It seems pretty freakin' clear to me. Train these people, train them right and then HANG them if they do it wrong. You can't hang someone for doing something wrong if they've never been told how to do it right.

*Though only one company provides security, the screwed up way the university works is, each entitiy hires the guards and determines how many they want, and the duties and responsibilities of said guards, not the PD. The PD COULD have a say, I'm sure but the powers that be are more concerned with internal politics, covering their own asses and screwing people over. It's complicated.)


----------



## soxrock75

Kilvinsky said:


> *Though only one company provides security, the screwed up way the university works is, each entitiy hires the guards and determines how many they want, and the duties and responsibilities of said guards, not the PD. The PD COULD have a say, I'm sure but the powers that be are more concerned with internal politics, covering their own asses and screwing people over. It's complicated.)

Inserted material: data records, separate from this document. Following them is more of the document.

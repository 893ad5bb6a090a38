// The streaming JSON writer of the results: one pass, no tree, numbers by std::to_chars.
#include "sifter/report/json_stream.hpp"

#include <cassert>
#include <charconv>
#include <cstdint>
#include <cstdio>
#include <cstring>

#include "sifter/model/format.hpp"

namespace sifter::report {
namespace {
// Written out in pieces of about this size, so that a register's results never sit whole in memory.
constexpr std::size_t kFlushBytes = std::size_t{1} << 16;
}  // namespace

JsonStream::JsonStream(std::ostream& out, JsonLayout layout) : out_(out), pretty_(layout == JsonLayout::kPretty) {
  buffer_.reserve(2 * kFlushBytes);
}

JsonStream::JsonStream(std::ostream& out, JsonLayout layout, std::size_t array_depth, bool first_element)
    : JsonStream(out, layout) {
  assert(array_depth > 0);
  levels_.assign(array_depth, Level{false, false});
  levels_.back().empty = first_element;
}

JsonStream::~JsonStream() { flush(); }

JsonStream& JsonStream::elements(std::string_view written) {
  assert(!levels_.empty() && !levels_.back().object && !after_key_);
  if (written.empty()) return *this;
  flush();  // what was written before them, then the elements straight to the output
  out_.write(written.data(), static_cast<std::streamsize>(written.size()));
  levels_.back().empty = false;
  return *this;
}

void JsonStream::flush() {
  out_.write(buffer_.data(), static_cast<std::streamsize>(buffer_.size()));
  buffer_.clear();
}

void JsonStream::newline() {
  if (!pretty_) return;
  buffer_ += '\n';
  buffer_.append(2 * levels_.size(), ' ');
}

// Before any value: a comma and line break inside arrays; nothing after a key.
void JsonStream::before_value() {
  if (after_key_) {
    after_key_ = false;
    return;
  }
  if (levels_.empty()) return;
  assert(!levels_.back().object && "a value inside an object needs its key first");
  if (!levels_.back().empty) buffer_ += ',';
  levels_.back().empty = false;
  newline();
}

JsonStream& JsonStream::key(std::string_view name) {
  assert(!levels_.empty() && levels_.back().object && !after_key_);
  if (!levels_.back().empty) buffer_ += ',';
  levels_.back().empty = false;
  newline();
  escaped(name);
  buffer_ += pretty_ ? ": " : ":";
  after_key_ = true;
  return *this;
}

JsonStream& JsonStream::begin_object() {
  before_value();
  buffer_ += '{';
  levels_.push_back({true, true});
  return *this;
}

JsonStream& JsonStream::begin_array() {
  before_value();
  buffer_ += '[';
  levels_.push_back({false, true});
  return *this;
}

JsonStream& JsonStream::end_object() {
  assert(!levels_.empty() && levels_.back().object && !after_key_);
  const bool empty = levels_.back().empty;
  levels_.pop_back();
  if (!empty) newline();
  buffer_ += '}';
  if (buffer_.size() >= kFlushBytes) flush();
  return *this;
}

JsonStream& JsonStream::end_array() {
  assert(!levels_.empty() && !levels_.back().object);
  const bool empty = levels_.back().empty;
  levels_.pop_back();
  if (!empty) newline();
  buffer_ += ']';
  return *this;
}

// RFC 8259 section 7: quote, backslash and control characters escaped; UTF-8 passes through
// (the loader accepts only valid UTF-8, so every text here is valid).
namespace {
bool needs_escape(char c) { return c == '"' || c == '\\' || static_cast<unsigned char>(c) < 0x20; }

// The first byte at or after `from` that must be escaped, or text.size(). Eight bytes are
// tested at once (a word has a byte below 0x20, a quote or a backslash exactly when these
// masks are non-zero; bytes of 0x80 and above never match); the byte itself is then found
// one at a time.
std::size_t first_to_escape(std::string_view text, std::size_t from) {
  constexpr std::uint64_t kOnes = 0x0101010101010101ULL;
  constexpr std::uint64_t kHigh = 0x8080808080808080ULL;
  std::size_t i = from;
  for (; i + 8 <= text.size(); i += 8) {
    std::uint64_t w = 0;
    std::memcpy(&w, text.data() + i, 8);
    const std::uint64_t quote = w ^ (kOnes * '"');
    const std::uint64_t backslash = w ^ (kOnes * '\\');
    const std::uint64_t hits = ((w - kOnes * 0x20) | (quote - kOnes) | (backslash - kOnes)) & ~w & kHigh;
    if (hits != 0) break;
  }
  while (i < text.size() && !needs_escape(text[i])) ++i;
  return i;
}
}  // namespace

void JsonStream::escaped(std::string_view text) {
  buffer_ += '"';
  // Runs of characters that pass through unchanged are appended whole (most texts are one run).
  for (std::size_t from = 0;;) {
    const std::size_t i = first_to_escape(text, from);
    buffer_.append(text.data() + from, i - from);
    if (i == text.size()) break;
    escape_one(text[i]);
    from = i + 1;
  }
  buffer_ += '"';
}

void JsonStream::escape_one(char c) {
  const auto u = static_cast<unsigned char>(c);
  if (c == '"')
    buffer_ += "\\\"";
  else if (c == '\\')
    buffer_ += "\\\\";
  else if (c == '\n')
    buffer_ += "\\n";
  else if (c == '\t')
    buffer_ += "\\t";
  else if (c == '\r')
    buffer_ += "\\r";
  else if (c == '\b')
    buffer_ += "\\b";
  else if (c == '\f')
    buffer_ += "\\f";
  else {
    char buf[8];
    std::snprintf(buf, sizeof buf, "\\u%04x", u);
    buffer_ += buf;
  }
}

JsonStream& JsonStream::value(std::string_view text) {
  before_value();
  escaped(text);
  return *this;
}

JsonStream& JsonStream::value(bool b) {
  before_value();
  buffer_ += b ? "true" : "false";
  return *this;
}

JsonStream& JsonStream::value(int n) { return value(static_cast<long long>(n)); }

JsonStream& JsonStream::value(long long n) {
  before_value();
  char buf[24];
  const auto end = std::to_chars(buf, buf + sizeof buf, n).ptr;
  buffer_.append(buf, end);
  return *this;
}

JsonStream& JsonStream::number(double v, const char* what) {
  checked(v, what);
  before_value();
  if (v == 0.0) v = 0.0;  // no "-0"
  char buf[32];
  const auto end = std::to_chars(buf, buf + sizeof buf, v).ptr;
  const std::string_view text(buf, static_cast<std::size_t>(end - buf));
  buffer_ += text;
  if (text.find_first_of(".e") == std::string_view::npos) buffer_ += ".0";
  return *this;
}

JsonStream& JsonStream::null() {
  before_value();
  buffer_ += "null";
  return *this;
}

JsonStream& JsonStream::value(const std::vector<std::string>& texts) {
  begin_array();
  for (const auto& t : texts) value(t);
  return end_array();
}

JsonStream& JsonStream::value(const std::vector<SharedText>& texts) {
  begin_array();
  for (const auto& t : texts) value(t.str());
  return end_array();
}

}  // namespace sifter::report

Kilv, if I recall correctly, I thought the HUPD oversaw the entire contract as a whole and does have some say. However, you are right, it is fragmented in that each school (FAS, HBS, KSG etc.) has their own people that oversee the contracts. Makes it very difficult to standardize operations across the University.


----------



## Kilvinsky

The department is said to oversee the whole thing, but no one wants to rock the boat (well, no one above the rank of patrolman and most sergeants). It's sad really, very sad. I'm not saying I want our department to RUN the whole show, whether or not it should, but there doesn't even seem to be much of a say in ANYTHING, rules, regs, training, NOTHING. Our dispatchers are responsible for dispatching the guards, that's it, at least that's sure as hell how it looks from our standpoint.

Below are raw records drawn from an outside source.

// The sifter-results/1 JSON writer: every number finite, absent values as null.
#include "sifter/report/json_results.hpp"

#include "sifter/report/format.hpp"

namespace sifter::report {
namespace {

using nlohmann::json;

// Every number of a tree must be finite: this catches the fields not passed one by one
// through checked(), so that no NaN (which a JSON dump would print as null) reaches an output.
void refuse_non_finite(const json& j) {
  if (j.is_number_float()) checked(j.get<double>(), "number");
  if (j.is_structured())
    for (const auto& e : j) refuse_non_finite(e);
}

json all_finite(json j) {
  refuse_non_finite(j);
  return j;
}

json opt(const std::optional<double>& v, const char* what) { return v ? json(checked(*v, what)) : json(nullptr); }
json opt(const std::optional<int>& v) { return v ? json(*v) : json(nullptr); }
json opt(const std::optional<bool>& v) { return v ? json(*v) : json(nullptr); }

json subsystem_json(const SubsystemResult& s) {
  json j;
  j["name"] = s.name;
  j["role"] = to_string(s.role);
  j["vote"] = s.vote;
  j["channels"] = s.channels;
  j["pfd_avg"] = opt(s.pfd_avg, "pfd_avg");
  j["pfh"] = opt(s.pfh_per_hour, "pfh");
  j["share"] = checked(s.share, "share");
  j["terms"] = {{"independent_undetected", checked(s.independent_undetected, "term")},
                {"independent_detected", checked(s.independent_detected, "term")},
                {"common_cause", checked(s.common_cause, "term")}};
  j["beta_effective"] = s.beta_effective;
  j["beta_d_effective"] = s.beta_d_effective;
  j["equation"] = s.equation;
  j["hft"] = opt(s.hft);
  j["sff"] = opt(s.sff, "sff");
  j["sil_architecture"] = s.sil_architecture;
  j["systematic_capability"] = opt(s.systematic_capability);
  j["constraint_notes"] = s.constraint_notes;
  j["pfd_avg_exact"] = opt(s.pfd_avg_exact, "pfd_avg_exact");
  j["pfh_exact"] = opt(s.pfh_exact_per_hour, "pfh_exact");
  j["pfd_avg_simplified"] = opt(s.pfd_avg_simplified, "pfd_avg_simplified");
  j["pfh_simplified"] = opt(s.pfh_simplified_per_hour, "pfh_simplified");
  j["pfd_avg_judged"] = opt(s.pfd_avg, "pfd_avg_judged");
  j["pfh_judged"] = opt(s.pfh_per_hour, "pfh_judged");
  j["judged_on"] = to_string(s.judged_on);
  j["test_duration_term"] = checked(s.test_duration_term, "test duration term");
  j["spurious_trip_rate_per_yr"] = checked(s.spurious_trip_rate_per_yr, "spurious trip rate");
  j["mttf_spurious_yr"] = opt(s.mttf_spurious_yr, "mttf_spurious_yr");
  return j;
}

json scenario_json(const ScenarioResult& s) {
  json j;
  j["id"] = s.id;
  j["title"] = s.title;
  j["sif"] = s.sif ? json(*s.sif) : json(nullptr);
  j["target_frequency_per_yr"] = checked(s.target_frequency_per_yr, "target frequency");
  j["frequency_without_sif_per_yr"] = checked(s.frequency_without_sif_per_yr, "frequency");
  j["required_pfd"] = checked(s.required_pfd, "required_pfd");
  j["required_rrf"] = checked(s.required_rrf, "required_rrf");
  j["required_sil"] = s.required_sil;
  // Without a SIF the demand is the one on the first layer: the causes with their enabling conditions.
  double demand = 0.0;
  for (const auto& c : s.causes) demand += c.frequency_per_yr * c.enabling_product;
  j["demand_rate_per_yr"] = checked(s.demand_rate_per_yr.value_or(demand), "demand rate");
  j["demand_mode"] = to_string(s.demand_mode.value_or(demand > 1.0 ? DemandMode::kHigh : DemandMode::kLow));
  j["required_pfh"] = opt(s.required_pfh_per_hour, "required_pfh");
  j["mitigated_frequency_per_yr"] = opt(s.mitigated_frequency_per_yr, "mitigated frequency");
  j["sif_credit_pfd"] = opt(s.sif_credit_pfd, "sif_credit_pfd");
  j["sif_credit_capped"] = opt(s.sif_credit_capped);
  j["meets_target"] = opt(s.meets_target);
  j["consequences"] = json::array();
  for (const auto& c : s.consequences)
    j["consequences"].push_back({{"category", c.category},
                                 {"severity", c.severity},
                                 {"target_frequency_per_yr", checked(c.target_frequency_per_yr, "target")},
                                 {"modifier_product", checked(c.modifier_product, "modifiers")},
                                 {"frequency_without_sif_per_yr", checked(c.frequency_without_sif_per_yr, "frequency")},
                                 {"required_pfd", checked(c.required_pfd, "required_pfd")},
                                 {"required_rrf", checked(c.required_rrf, "required_rrf")},
                                 {"required_sil", c.required_sil},
                                 {"required_pfh", opt(c.required_pfh_per_hour, "required_pfh")},
                                 {"mitigated_frequency_per_yr", opt(c.mitigated_frequency_per_yr, "mitigated")},
                                 {"meets_target", opt(c.meets_target)}});
  j["causes"] = json::array();
  for (const auto& c : s.causes)
    j["causes"].push_back({{"id", c.id},
                           {"frequency_per_yr", checked(c.frequency_per_yr, "frequency")},
                           {"enabling_product", checked(c.enabling_product, "enabling")},
                           {"demand_rate_per_yr", checked(c.demand_rate_per_yr, "demand")},
                           {"frequency_without_sif_per_yr", checked(c.frequency_without_sif_per_yr, "frequency")},
                           {"sif_credited", c.sif_credited}});
  j["findings"] = json::array();
  for (const auto& f : s.findings) j["findings"].push_back({{"kind", to_string(f.kind)}, {"message", f.message}});
  j["assumptions"] = s.assumptions;
  return all_finite(std::move(j));
}

}  // namespace

json sif_json(const SifResult& s) {
  json j;
  j["id"] = s.id;
  j["title"] = s.title;
  j["demand_mode"] = to_string(s.demand_mode);
  j["demand_mode_basis"] = s.demand_mode_basis;
  j["pfd_avg"] = opt(s.pfd_avg, "pfd_avg");
  j["pfh"] = opt(s.pfh_per_hour, "pfh");
  j["rrf"] = opt(s.rrf, "rrf");
  j["sil_probability"] = s.sil_probability;
  j["sil_required"] = opt(s.sil_required);
  j["required_rrf"] = opt(s.required_rrf, "required_rrf");
  j["required_pfd"] = opt(s.required_pfd, "required_pfd");
  j["required_pfh"] = opt(s.required_pfh_per_hour, "required_pfh");
  j["target"] = s.target_text;
  j["meets_target"] = opt(s.meets_target);
  j["sil_architecture"] = s.sil_architecture;
  j["sil_systematic"] = s.sil_systematic;
  j["sil_achieved"] = s.sil_achieved;
  j["constraints"] = to_string(s.constraints);
  j["limits"] = json::array();
  for (const auto& l : s.limits)
    j["limits"].push_back({{"kind", l.kind},
                           {"subsystem", l.subsystem ? json(*l.subsystem) : json(nullptr)},
                           {"element", l.element ? json(*l.element) : json(nullptr)},
                           {"sil", l.sil},
                           {"message", l.message}});
  j["subsystems"] = json::array();
  for (const auto& sub : s.subsystems) j["subsystems"].push_back(subsystem_json(sub));
  j["assumptions"] = s.assumptions;
  j["scenarios"] = s.scenarios;
  j["pfd_avg_exact"] = opt(s.pfd_avg_exact, "pfd_avg_exact");
  j["pfh_exact"] = opt(s.pfh_exact_per_hour, "pfh_exact");
  j["simplified_over_exact"] = opt(s.simplified_over_exact, "ratio");
  j["pfd_avg_simplified"] = opt(s.pfd_avg_simplified, "pfd_avg_simplified");
  j["pfh_simplified"] = opt(s.pfh_simplified_per_hour, "pfh_simplified");
  j["pfd_avg_judged"] = opt(s.pfd_avg, "pfd_avg_judged");
  j["pfh_judged"] = opt(s.pfh_per_hour, "pfh_judged");
  j["judged_on"] = (s.pfd_avg || s.pfh_per_hour) ? json(to_string(s.judged_on)) : json(nullptr);
  j["judged_why"] = to_string(s.judged_why);
  j["demand_mode_raised"] = s.demand_mode_raised;
  j["credit_pfd"] = opt(s.credit_pfd, "credit_pfd");
  j["credit_capped"] = s.credit_capped;
  j["spurious_trip_rate_per_yr"] = checked(s.spurious_trip_rate_per_yr, "spurious trip rate");
  j["mttf_spurious_yr"] = opt(s.mttf_spurious_yr, "mttf_spurious_yr");
  if (s.uncertainty) {
    const auto& u = *s.uncertainty;
    j["uncertainty"] = {{"mean", checked(u.mean, "mean")},
                        {"p05", checked(u.p05, "p05")},
                        {"p50", checked(u.p50, "p50")},
                        {"p95", checked(u.p95, "p95")},
                        {"probability_meets_target", checked(u.probability_meets_target, "probability")},
                        {"samples", u.samples},
                        {"method", u.method}};
  } else {
    j["uncertainty"] = nullptr;
  }
  return all_finite(std::move(j));
}

namespace {

// Everything but the SIFs and the scenarios.
json results_head(const ProjectResult& r) {
  json j;
  j["format"] = kResultsFormat;
  j["tool"] = {{"name", "sifter"}, {"version", SIFTER_VERSION}};
  j["project"] = {{"title", r.title}, {"file", r.file}, {"sha256", r.sha256}};
  j["risk_criteria"] = json::object();
  for (const auto& [category, levels] : r.risk_criteria)
    for (const auto& [severity, rate] : levels) j["risk_criteria"][category][severity] = rate.per_year();
  j["shared_devices"] = json::array();
  for (const auto& d : r.shared_devices) j["shared_devices"].push_back({{"device", d.tag}, {"users", d.users}});
  j["shared_components"] = json::array();
  for (const auto& s : r.shared_components) j["shared_components"].push_back({{"component", s.component}, {"sifs", s.sifs}});
  j["warnings"] = json::array();
  for (const auto& w : r.warnings) j["warnings"].push_back({{"where", w.where}, {"message", w.message}});
  j["caution"] = kCaution;
  return all_finite(std::move(j));
}

// A value as dump(2) writes it `depth` levels down: JSON strings hold no raw line breaks, so
// every line break of the text is structural and takes the deeper indentation.
void write_indented(std::ostream& out, const json& value, int depth) {
  const std::string text = value.dump(2);
  const std::size_t indent = static_cast<std::size_t>(2 * depth);
  std::string shifted;
  shifted.reserve(text.size() + text.size() / 8);
  for (char c : text) {
    shifted += c;
    if (c == '\n') shifted.append(indent, ' ');
  }
  out << shifted;
}

template <typename Items, typename ToJson>
void write_array(std::ostream& out, const Items& items, ToJson to_json) {
  if (items.empty()) {
    out << "[]";
    return;
  }
  out << "[\n";
  for (std::size_t i = 0; i < items.size(); ++i) {
    out << "    ";
    write_indented(out, to_json(items[i]), 2);
    out << (i + 1 < items.size() ? ",\n" : "\n");
  }
  out << "  ]";
}

}  // namespace

json results_json(const ProjectResult& r) {
  json j = results_head(r);
  j["sifs"] = json::array();
  for (const auto& s : r.sifs) j["sifs"].push_back(sif_json(s));
  j["scenarios"] = json::array();
  for (const auto& s : r.scenarios) j["scenarios"].push_back(scenario_json(s));
  return j;
}

void write_results_json(const ProjectResult& r, std::ostream& out) {
  json head = results_head(r);
  head["sifs"] = json::array();  // placeholders keep the order of the keys
  head["scenarios"] = json::array();
  out << "{\n";
  bool first = true;
  for (auto it = head.begin(); it != head.end(); ++it) {
    out << (first ? "" : ",\n") << "  " << json(it.key()).dump() << ": ";
    first = false;
    if (it.key() == "sifs")
      write_array(out, r.sifs, [](const SifResult& s) { return sif_json(s); });
    else if (it.key() == "scenarios")
      write_array(out, r.scenarios, [](const ScenarioResult& s) { return scenario_json(s); });
    else
      write_indented(out, it.value(), 1);
  }
  out << "\n}";
}

}  // namespace sifter::report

YEARS ago, the B-school security had a flashing blue light on the roof of it's little cart. THAT was stopped immediataly. Now, who knows, they might allow them to carry assault rifles AND have blue lights.


----------



## Sgt Jack

Harris County isn't the only place starting to do this. A Minnesota community did this last fall. Not to sound like an alarmest but considering we already have private prisons, I'm wondering if this isn't the start of a precedent.

http://minnesota.cbslocal.com/2011/10/22/minn-city-to-use-private-security-instead-of-cops/


----------



## pahapoika

there was a case some years back where this gated community had it's own security. they had these guys doing everything from patrolling the area to waking up people's kids to go to school !!!

needless to say like all low paying jobs not the best people were hired and allot were caught stealing, raping, selling drugs, etc.

like the private prisons it all seemed like a good idea until high level inmates find their way into these low level security prisons and well, bad things happen.

you get what you pay for and if the good citizens of Harris County want security guards to protect them i say good luck with that.


----------



## Kilvinsky

I would hope that Harris County isn't wanting the guards to protect the citizens so much as to not screw up things before the cops arrive. If you have a crime scene and for whatever reason, security guards happen across it (it's on the property they already protect, they happen to be going by, etc) would you really want someone who had no friggin' clue running in and potentially destroying evidence, shoo-ing away potential witnesses or just acting like a cop, or would you prefer they knew enough to stay back, get people away from the scene and set up a perimeter WITHOUT scaring them off and preserving the scene until those who know what they're doing get there? I'd rather the latter. We've had way too many calls where the guard on duty was well meaning but broomed the call until it was too late, handled it WRONG and we had to wade in and straighten things out, or just blow a call entirely because they didn't know any better.

Train them and a) preserve a scene; b) potentially save them from hurting themselves or others; c) save you from any extra work; d) potentially save your OWN life.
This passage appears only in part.